A laugh from the doorway startled us. Paul Tichlorne was standing there, a smile of
mockery on his lips.
"You forget, my dear Lloyd," he said.
"Forget what?"
"You forget," Paul went on--"ah, you forget the shadow."
I saw Lloyd's face drop, but he answered sneeringly, "I can carry a sunshade, you know."
Then he turned suddenly and fiercely upon him. "Look here, Paul, you'll keep out of this if
you know what's good for you."
A rupture seemed imminent, but Paul laughed good-naturedly. "I wouldn't lay fingers on
your dirty pigments. Succeed beyond your most sanguine expectations, yet you will always
fetch up against the shadow. You can't get away from it. Now I shall go on the very
opposite tack.
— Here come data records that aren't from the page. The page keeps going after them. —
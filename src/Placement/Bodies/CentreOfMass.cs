namespace Placement.Bodies;

/// <summary>Total mass, mass-weighted mean position and velocity of a system of gas points and point masses.</summary>
/// <param name="Mass">Total mass, mass units.</param>
/// <param name="X">Centre of mass x, length units.</param>
/// <param name="Y">Centre of mass y, length units.</param>
/// <param name="Z">Centre of mass z, length units.</param>
/// <param name="Vx">Centre-of-mass velocity x (total momentum / total mass), length/time units.</param>
/// <param name="Vy">Centre-of-mass velocity y, length/time units.</param>
/// <param name="Vz">Centre-of-mass velocity z, length/time units.</param>
public readonly record struct CentreOfMass(double Mass, double X, double Y, double Z, double Vx, double Vy, double Vz)
{
    /// <summary>|centre of mass|, length units.</summary>
    public double Offset => Math.Sqrt(X * X + Y * Y + Z * Z);

    /// <summary>|total momentum| = M |v_cm|, mass·length/time units.</summary>
    public double Momentum => Mass * Math.Sqrt(Vx * Vx + Vy * Vy + Vz * Vz);
}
In the very nature of my proposition the shadow will be eliminated--"
"Transparency!" ejaculated Lloyd, instantly. "But it can't be achieved."
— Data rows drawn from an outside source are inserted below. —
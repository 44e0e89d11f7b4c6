using Placement.Parallelism;
using Placement.Points;

namespace Placement.Bodies;

/// <summary>
/// Measures the centre of mass of gas points plus point masses, and moves the whole system into its centre-of-mass
/// frame (mass-weighted position and total momentum zero).
/// </summary>
/// <remarks>
/// X_cm = Σ m_i x_i / M and V_cm = Σ m_i v_i / M over every gas point and every point mass (common practice). Sums run in
/// fixed chunks of the points (boundaries from the count only, <see cref="ParallelLoop"/>) whose partial sums are added
/// in order, so the result is the same on any number of threads. <see cref="Shift"/> subtracts X_cm and V_cm from
/// every position and velocity and then repeats the measurement and the subtraction once, so what is left is the
/// rounding of the last subtraction: |Σ m x| / (M max|x|) and |Σ m v| / (M max|v|) of order 1e-16 per point.
/// </remarks>
public static class CentreOfMassFrame
{
    /// <summary>The centre of mass of the gas points and the point masses.</summary>
    /// <param name="points">Gas points (positions and masses).</param>
    /// <param name="vx">Gas velocity x per point, or null when the gas is at rest (then <paramref name="vy"/>, <paramref name="vz"/> are ignored).</param>
    /// <param name="vy">Gas velocity y.</param>
    /// <param name="vz">Gas velocity z.</param>
    /// <param name="pointMasses">Point masses travelling with the gas (same units).</param>
    /// <param name="parallel">Parallelism; the result does not depend on it.</param>
    /// <exception cref="ArgumentException">Velocity arrays of the wrong length, or a zero total mass.</exception>
    public static CentreOfMass Measure(PointSet points, double[]? vx, double[]? vy, double[]? vz, IReadOnlyList<PointMass> pointMasses, ParallelSettings? parallel = null)
    {
        ArgumentNullException.ThrowIfNull(points);
        ArgumentNullException.ThrowIfNull(pointMasses);
        CheckVelocities(points, vx, vy, vz);
        int n = points.Count;
        var settings = parallel ?? ParallelSettings.Default;
        int chunk = ParallelLoop.ChunkSize(n, settings.MinimumChunk);
        int chunks = n == 0 ? 0 : (n + chunk - 1) / chunk;
        var partial = new double[chunks * 7];
        var x = points.X; var y = points.Y; var z = points.Z; var m = points.Mass;
        ParallelLoop.For(n, settings, (s, e) =>
        {
            double sm = 0, sx = 0, sy = 0, sz = 0, px = 0, py = 0, pz = 0;
            for (int i = s; i < e; i++)
            {
                double mi = m[i];
                sm += mi; sx += mi * x[i]; sy += mi * y[i]; sz += mi * z[i];
                if (vx is not null) { px += mi * vx[i]; py += mi * vy![i]; pz += mi * vz![i]; }
            }
            int c = s / chunk * 7;
            partial[c] = sm; partial[c + 1] = sx; partial[c + 2] = sy; partial[c + 3] = sz;
            partial[c + 4] = px; partial[c + 5] = py; partial[c + 6] = pz;
        });
        var total = new double[7];
        for (int c = 0; c < chunks; c++)
            for (int k = 0; k < 7; k++) total[k] += partial[c * 7 + k];
        foreach (var p in pointMasses)
        {
            total[0] += p.Mass;
            total[1] += p.Mass * p.X; total[2] += p.Mass * p.Y; total[3] += p.Mass * p.Z;
            total[4] += p.Mass * p.Vx; total[5] += p.Mass * p.Vy; total[6] += p.Mass * p.Vz;
        }
        double mass = total[0];
        if (!(mass > 0)) throw new ArgumentException($"The system's total mass is {mass}; a centre of mass needs a positive total.", nameof(points));
        return new CentreOfMass(mass, total[1] / mass, total[2] / mass, total[3] / mass, total[4] / mass, total[5] / mass, total[6] / mass);
    }

    /// <summary>
    /// Moves gas points and point masses into the centre-of-mass frame, in place: positions and velocities lose
    /// X_cm and V_cm (measured, subtracted, measured again and subtracted again).
    /// </summary>
    /// <param name="points">Gas points; positions are changed.</param>
    /// <param name="vx">Gas velocity x (changed), or null when the gas has no velocity array: then V_cm must be zero,
    /// i.e. the point masses carry no net momentum.</param>
    /// <param name="vy">Gas velocity y.</param>
    /// <param name="vz">Gas velocity z.</param>
    /// <param name="pointMasses">Point masses; each entry is replaced by its shifted copy.</param>
    /// <param name="parallel">Parallelism; the result does not depend on it.</param>
    /// <returns>The total shift that was subtracted (the system's centre of mass before the call).</returns>
    /// <exception cref="ArgumentException">Velocity arrays of the wrong length, a zero total mass, or a net momentum with no gas velocity array to absorb it.</exception>
    public static CentreOfMass Shift(PointSet points, double[]? vx, double[]? vy, double[]? vz, IList<PointMass> pointMasses, ParallelSettings? parallel = null)
    {
        ArgumentNullException.ThrowIfNull(pointMasses);
        var first = Measure(points, vx, vy, vz, pointMasses.AsReadOnly(), parallel);
        if (vx is null && (first.Vx != 0 || first.Vy != 0 || first.Vz != 0))
            throw new ArgumentException("The point masses carry a net momentum but the gas has no velocity array to take the opposite share.", nameof(vx));
        Subtract(points, vx, vy, vz, pointMasses, first, parallel);
        var second = Measure(points, vx, vy, vz, pointMasses.AsReadOnly(), parallel);
        if (vx is null) second = second with { Vx = 0, Vy = 0, Vz = 0 };
        Subtract(points, vx, vy, vz, pointMasses, second, parallel);
        return new CentreOfMass(first.Mass, first.X + second.X, first.Y + second.Y, first.Z + second.Z,
            first.Vx + second.Vx, first.Vy + second.Vy, first.Vz + second.Vz);
    }

    private static void Subtract(PointSet points, double[]? vx, double[]? vy, double[]? vz, IList<PointMass> pointMasses, CentreOfMass cm, ParallelSettings? parallel)
    {
        var x = points.X; var y = points.Y; var z = points.Z;
        ParallelLoop.For(points.Count, parallel, (s, e) =>
        {
            for (int i = s; i < e; i++)
            {
                x[i] -= cm.X; y[i] -= cm.Y; z[i] -= cm.Z;
                if (vx is not null) { vx[i] -= cm.Vx; vy![i] -= cm.Vy; vz![i] -= cm.Vz; }
            }
        });
        for (int k = 0; k < pointMasses.Count; k++)
        {
            var p = pointMasses[k];
            pointMasses[k] = p with { X = p.X - cm.X, Y = p.Y - cm.Y, Z = p.Z - cm.Z, Vx = p.Vx - cm.Vx, Vy = p.Vy - cm.Vy, Vz = p.Vz - cm.Vz };
        }
    }

    private static void CheckVelocities(PointSet points, double[]? vx, double[]? vy, double[]? vz)
    {
        if (vx is null) return;
        if (vy is null || vz is null || vx.Length != points.Count || vy.Length != points.Count || vz.Length != points.Count)
            throw new ArgumentException($"Velocity arrays must all be given with {points.Count} values each.", nameof(vx));
    }
}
"Oh, no; of course not." And Paul shrugged his shoulders and strolled off down the briar-
rose path.
This was the beginning of it. Both men attacked the problem with all the tremendous energy
for which they were noted, and with a rancor and bitterness that made me tremble for the
success of either. Each trusted me to the utmost, and in the long weeks of experimentation
that followed I was made a party to both sides, listening to their theorizings and witnessing
their demonstrations. Never, by word or sign, did I convey to either the slightest hint of the
other's progress, and they respected me for the seal I put upon my lips.
Lloyd Inwood, after prolonged and unintermittent application, when the tension upon his
mind and body became too great to bear, had a strange way of obtaining relief. He attended
prize fights. It was at one of these brutal exhibitions, whither he had dragged me in order to
tell his latest results, that his theory received striking confirmation.
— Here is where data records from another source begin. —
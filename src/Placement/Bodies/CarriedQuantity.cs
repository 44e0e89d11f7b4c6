using Placement.Profiles;

namespace Placement.Bodies;

/// <summary>A profile quantity evaluated at every point's radius.</summary>
/// <param name="Quantity">The profile quantity (name and unit; the values are in that unit).</param>
/// <param name="Values">One value per point, in <see cref="ProfileQuantity.Unit"/>.</param>
public sealed record CarriedQuantity(ProfileQuantity Quantity, double[] Values);
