using Placement.Profiles;

namespace Placement.Bodies;

/// <summary>Thermal energy of a profile that carries pressure, for an ideal gas of adiabatic index γ.</summary>
/// <remarks>
/// U = ∫ P/(γ − 1) dV = ∫ (P/ρ)/(γ − 1) dM, by 4-point Gauss–Legendre on equal mass panels. The pressure is the
/// profile's quantity with the dimension of pressure (<see cref="ScaleHeights.PressureQuantity"/>). For a body in
/// hydrostatic equilibrium the virial theorem gives 3∫P dV = −W, i.e. 2U = −W for γ = 5/3 (standard textbook result),
/// which <see cref="VirialRatio"/> reports as a check of the profile's equilibrium.
/// </remarks>
public static class ThermalEnergy
{
    /// <summary>U for adiabatic index <paramref name="gamma"/> (&gt; 1), in mass·length²/time² of the profile's units.</summary>
    /// <exception cref="InvalidOperationException">The profile carries no pressure.</exception>
    /// <exception cref="ArgumentOutOfRangeException"><paramref name="gamma"/> ≤ 1.</exception>
    public static double OfProfile(IRadialProfile profile, double gamma, int panels = 2000)
    {
        ArgumentNullException.ThrowIfNull(profile);
        if (!(gamma > 1)) throw new ArgumentOutOfRangeException(nameof(gamma), gamma, "The adiabatic index must exceed 1.");
        string name = ScaleHeights.PressureQuantity(profile)
            ?? throw new InvalidOperationException("The profile carries no pressure, so its thermal energy is undefined.");
        double u = MassCoordinateQuadrature.Integrate(profile, (_, r) =>
        {
            double rho = profile.Density(r);
            return rho > 0 && profile.TryQuantity(name, r, out double p) ? p / rho : 0;
        }, panels);
        return u / (gamma - 1);
    }

    /// <summary>U = ∫ u dm of the profile for the energy source of <paramref name="options"/>, in mass·length²/time² of its units.</summary>
    /// <remarks>Ideal gas: as <see cref="OfProfile(IRadialProfile, double, int)"/>. Profile source: ∫ u(r(m)) dm with the
    /// profile's specific-energy quantity (<see cref="ThermodynamicFields.InternalEnergyQuantity"/>), same quadrature.</remarks>
    /// <exception cref="InvalidOperationException">The profile lacks the pressure or specific-energy quantity the source needs.</exception>
    /// <exception cref="ArgumentOutOfRangeException">γ is not finite and &gt; 1.</exception>
    /// <exception cref="ArgumentException">The named energy quantity is absent.</exception>
    public static double OfProfile(IRadialProfile profile, ThermodynamicOptions options, int panels = 2000)
    {
        ArgumentNullException.ThrowIfNull(profile);
        ArgumentNullException.ThrowIfNull(options);
        options.Validate();
        if (options.Source == InternalEnergySource.IdealGas) return OfProfile(profile, options.Gamma, panels);
        string name = options.InternalEnergyQuantity ?? ThermodynamicFields.InternalEnergyQuantity(profile)
            ?? throw new InvalidOperationException("The profile carries no specific internal energy (length^2/time^2).");
        if (!profile.TryQuantity(name, 0, out _)) throw new ArgumentException($"The profile carries no quantity '{name}'.", nameof(options));
        return MassCoordinateQuadrature.Integrate(profile, (_, r) => profile.TryQuantity(name, r, out double u) ? u : 0, panels);
    }

    /// <summary>U = Σ m_i u_i of points with specific internal energies u_i (length²/time²), in mass·length²/time².</summary>
    /// <exception cref="ArgumentException"><paramref name="internalEnergy"/> does not have one value per point.</exception>
    public static double OfPoints(Points.PointSet points, double[] internalEnergy)
    {
        ArgumentNullException.ThrowIfNull(points);
        ArgumentNullException.ThrowIfNull(internalEnergy);
        if (internalEnergy.Length != points.Count)
            throw new ArgumentException($"{internalEnergy.Length} internal energies for {points.Count} points.", nameof(internalEnergy));
        double sum = 0;
        for (int i = 0; i < internalEnergy.Length; i++) sum += points.Mass[i] * internalEnergy[i];
        return sum;
    }

    /// <summary>3∫P dV / (−(W + V_c)): 1 for a profile in hydrostatic equilibrium (virial theorem; V_c is the Clausius term of a softened central core, <see cref="GravitationalEnergy.VirialOfCentralField"/>, 0 without one).</summary>
    public static double VirialRatio(IRadialProfile profile) =>
        2 * OfProfile(profile, 5.0 / 3.0) / -(GravitationalEnergy.OfProfile(profile) + GravitationalEnergy.VirialOfCentralField(profile));
}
"Do you see that red-whiskered man?" he asked, pointing across the ring to the fifth tier of
seats on the opposite side. "And do you see the next man to him, the one in the white hat?
Well, there is quite a gap between them, is there not?"
"Certainly," I answered. "They are a seat apart. The gap is the unoccupied seat."
He leaned over to me and spoke seriously. "Between the red-whiskered man and the white-
hatted man sits Ben Wasson. You have heard me speak of him. He is the cleverest pugilist
of his weight in the country. He is also a Caribbean negro, full-blooded, and the blackest in
the United State;. He has on a black overcoat buttoned up. I saw him when he came in and
took that seat. As soon as he sat down he disappeared. Watch closely; he may smile."
I was for crossing over to verify Lloyd's statement, but he restrained me. "Wait," he said.
I waited and watched, till the red-whiskered man turned his head as though addressing the
unoccupied seat; and then, in that empty space, I saw the rolling whites of a pair of eyes and
the white double-crescent of two rows of teeth, and for the instant I could make out a
negro's face. But with the passing of the smile his visibility passed, and the chair seemed
vacant as before.
"Were he perfectly black, you could sit alongside him and not see him," Lloyd said; and I
confess the illustration was apt enough to make me well-nigh convinced.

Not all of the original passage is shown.